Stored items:
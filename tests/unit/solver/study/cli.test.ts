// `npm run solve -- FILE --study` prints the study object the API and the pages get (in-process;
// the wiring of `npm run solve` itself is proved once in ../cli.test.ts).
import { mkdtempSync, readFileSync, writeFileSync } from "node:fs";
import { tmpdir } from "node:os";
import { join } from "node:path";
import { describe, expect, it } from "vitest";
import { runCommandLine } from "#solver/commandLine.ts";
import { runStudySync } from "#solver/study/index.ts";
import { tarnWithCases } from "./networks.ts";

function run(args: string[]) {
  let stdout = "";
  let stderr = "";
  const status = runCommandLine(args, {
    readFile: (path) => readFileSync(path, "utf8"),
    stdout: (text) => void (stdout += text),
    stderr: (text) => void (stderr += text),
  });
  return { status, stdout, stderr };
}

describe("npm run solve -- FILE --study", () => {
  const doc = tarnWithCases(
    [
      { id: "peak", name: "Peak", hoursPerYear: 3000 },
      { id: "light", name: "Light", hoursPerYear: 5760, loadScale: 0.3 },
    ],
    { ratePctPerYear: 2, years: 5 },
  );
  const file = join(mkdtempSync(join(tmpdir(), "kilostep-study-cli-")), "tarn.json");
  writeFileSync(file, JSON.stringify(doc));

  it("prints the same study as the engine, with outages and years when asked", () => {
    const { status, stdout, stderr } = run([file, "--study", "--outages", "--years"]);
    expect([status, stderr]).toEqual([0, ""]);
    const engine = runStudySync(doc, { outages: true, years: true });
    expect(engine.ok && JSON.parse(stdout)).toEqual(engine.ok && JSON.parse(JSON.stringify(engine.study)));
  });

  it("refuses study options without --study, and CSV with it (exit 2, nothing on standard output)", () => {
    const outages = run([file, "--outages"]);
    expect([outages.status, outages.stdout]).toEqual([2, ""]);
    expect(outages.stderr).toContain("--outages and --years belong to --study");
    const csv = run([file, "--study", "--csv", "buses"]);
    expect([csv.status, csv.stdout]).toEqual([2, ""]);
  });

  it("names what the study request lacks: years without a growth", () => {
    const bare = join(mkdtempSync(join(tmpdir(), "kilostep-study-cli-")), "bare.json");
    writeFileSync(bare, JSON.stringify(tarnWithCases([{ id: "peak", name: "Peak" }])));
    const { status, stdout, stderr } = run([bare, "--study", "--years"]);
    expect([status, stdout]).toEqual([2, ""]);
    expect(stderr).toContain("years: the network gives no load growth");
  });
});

**WHAT YOU HAVE TO DO**
All lines in the records that contain "solver" are to be copied and returned.

**ANSWER BOX**
filename tests/unit/solver/study/cli.test.ts
import { runCommandLine } from "#solver/commandLine.ts";
import { runStudySync } from "#solver/study/index.ts";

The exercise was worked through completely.